Allen Lane, Penguin Books, London, 2011
By Charles Dalli, lecturer in History, University of Malta
Read more about David Abulafia.
The latest addition to the growing library of books on Mediterranean history is one of the most outstanding. In the veritable renaissance that the study of the enclosed sea in all its different dimensions has enjoyed over the past few decades, the exportation of an ‘academic’ Mediterranean to a wider audience around the globe must be one of the hallmarks of the globalization of the subject, making it accessible enough to stimulate a scholarly search for parallel stories to the one that the old sea has to tell us.

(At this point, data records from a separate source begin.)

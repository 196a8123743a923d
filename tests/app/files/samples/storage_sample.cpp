// SPDX-License-Identifier: GPL-3.0-or-later
#include "sample_scenarios.h"
#include "tier_maker.h"

namespace rungwright::samples
{

namespace
{

const char* const kQuay = "Quillmere Quay";
const char* const kMill = "Quillmere Mill";

TierCase quayMiddle(const PriceRules& rules)
{
    Dice dice(6904);
    TierCase made = makeTier({.site = kQuay,
                              .name = "Room 4 m²",
                              .prefix = "B-",
                              .units = 39,
                              .onOffer = 13,
                              .closed = 1,
                              .reserved = 2,
                              .floor = {6900},
                              .lowest = {6900},
                              .highest = {12400},
                              .bend = 0.55,
                              .cheapFirst = 1.2,
                              .vacantFrom = {9000},
                              .grades = 5,
                              .areaM2 = 4},
                             dice);
    made.note = "The rooms at the advertised price went in spring; the advert has not been touched since.";
    made.candidates = {lowerTheLowEnd(made, 4, rules), evenSteps(made, rules), easeTheMiddle(made, 5, rules)};
    return made;
}

TierCase quaySmall()
{
    Dice dice(4201);
    TierCase made = makeTier({.site = kQuay,
                              .name = "Locker 1.5 m²",
                              .prefix = "A-",
                              .units = 48,
                              .onOffer = 21,
                              .floor = {3200},
                              .lowest = {3200},
                              .highest = {4950},
                              .bend = 1.7,
                              .cheapFirst = 0,
                              .grades = 3,
                              .areaM2 = 1.5},
                             dice);
    made.note = "Plenty of lockers near the advertised price.";
    return made;
}

TierCase quayLarge(const PriceRules& rules)
{
    Dice dice(777);
    TierCase made = makeTier({.site = kQuay,
                              .name = "Room 9 m²",
                              .prefix = "C-",
                              .units = 34,
                              .onOffer = 10,
                              .closed = 2,
                              .reserved = 1,
                              .floor = {12900},
                              .lowest = {12900},
                              .highest = {18450},
                              .bend = 0.9,
                              .cheapFirst = 3,
                              .vacantFrom = {13900},
                              .grades = 4,
                              .areaM2 = 9},
                             dice);
    made.note = "The advertised price is not on sale at present.";
    made.candidates = {lowerTheLowEnd(made, 3, rules)};
    return made;
}

TierCase millSmall()
{
    Dice dice(52);
    TierCase made = makeTier({.site = kMill,
                              .name = "Room 3 m²",
                              .prefix = "G-",
                              .units = 52,
                              .onOffer = 3,
                              .reserved = 1,
                              .floor = {5400},
                              .lowest = {5400},
                              .highest = {7900},
                              .bend = 1,
                              .cheapFirst = 1,
                              .vacantFrom = {5700},
                              .grades = 3,
                              .areaM2 = 3},
                             dice);
    made.note = "Nearly full.";
    return made;
}

TierCase millMiddle(const PriceRules& rules)
{
    Dice dice(60);
    TierCase made = makeTier({.site = kMill,
                              .name = "Room 6 m²",
                              .prefix = "H-",
                              .units = 43,
                              .onOffer = 17,
                              .reserved = 2,
                              .floor = {8900},
                              .lowest = {8900},
                              .highest = {13200},
                              .bend = 1.1,
                              .cheapFirst = 0.8,
                              .grades = 5,
                              .inverted = 12,
                              .areaM2 = 6},
                             dice);
    made.note = "Prices and grades have drifted apart over the years.";
    made.candidates = {evenSteps(made, rules)};
    return made;
}

TierCase millLarge()
{
    Dice dice(12);
    TierCase made = makeTier({.site = kMill,
                              .name = "Room 12 m²",
                              .prefix = "J-",
                              .units = 24,
                              .onOffer = 9,
                              .floor = {15900},
                              .lowest = {15900},
                              .highest = {24500},
                              .bend = 0.8,
                              .cheapFirst = 1.5,
                              .grades = 4,
                              .areaM2 = 12},
                             dice);
    // Two corner rooms are let under a promise that their price stays.
    made.tier.units[3].locked = true;
    made.tier.units[11].locked = true;
    return made;
}

} // namespace

Scenario storageSample()
{
    Scenario scenario;
    scenario.currency = {"EUR", 2};
    scenario.title = "Quillmere Storage (invented)";
    scenario.note = "An invented operator with two invented sites. Every name, unit and price here is made up. Prices are per month.";
    scenario.rules.points.step = {50};
    scenario.rules.greatestChangePercent = 25;
    scenario.tiers = {quaySmall(), quayMiddle(scenario.rules), quayLarge(scenario.rules),
                      millSmall(), millMiddle(scenario.rules), millLarge()};
    return scenario;
}

} // namespace rungwright::samples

In David Abulafia’s magisterial The Great Sea. A Human History of the Mediterranean, the use of the singular in ‘Human History’ is as significant as that of the plural in the scheme of classification of enumerated ‘Mediterraneans’ that it adopts. A ‘First Mediterranean’, extending from 22000 BC to 1000 BC, is encapsulated in a sixty-page synoptic journey which lays out some of the main themes to unfold across the rest of this voluminous history – the forces of isolation and insulation, the interaction between Sea peoples and Land peoples. The battle cries of a heroic Mediterranean merge with the clank of bronze and copper wares traded along vibrant sea lanes.
A ‘Second Mediterranean’, covering sixteen centuries or so of history from about 1000 BC to the great watershed of around 600 AD, takes the narrative along the coasts of the Great Sea on board the ships of the ‘purple traders’ and their Greek counterparts, ‘heirs of Odysseus’, who transform the Mediterranean into a thalassocratic lake, whose waters, through the pages of this book, are made to reflect again the resplendent light of the ‘Lighthouse’ of the Ptolemies. The titanic struggle for supremacy between Carthage and Rome, here reconstructed in vivid detail, paves the way for an era of Roman dominance which entitled the sons of the Tiber, more than anyone else before or ever since, to speak of the Mediterranean as ‘Our Sea’. Across the vibrant landscape of the Roman mare nostrum, the deep-seated currents unleashed by the great waves of eastern faiths transform the communities around the Mediterranean and across it in fundamental ways. The Mediterranean of the Phoenicians, the Greeks and the Romans disintegrates in the creative chaos of the Germanic fragmentation of the Roman lake, where the gradual detachment of the eastern and western halves of the middle sea is underlined by a short-lived but remarkable Vandal thalassocracy.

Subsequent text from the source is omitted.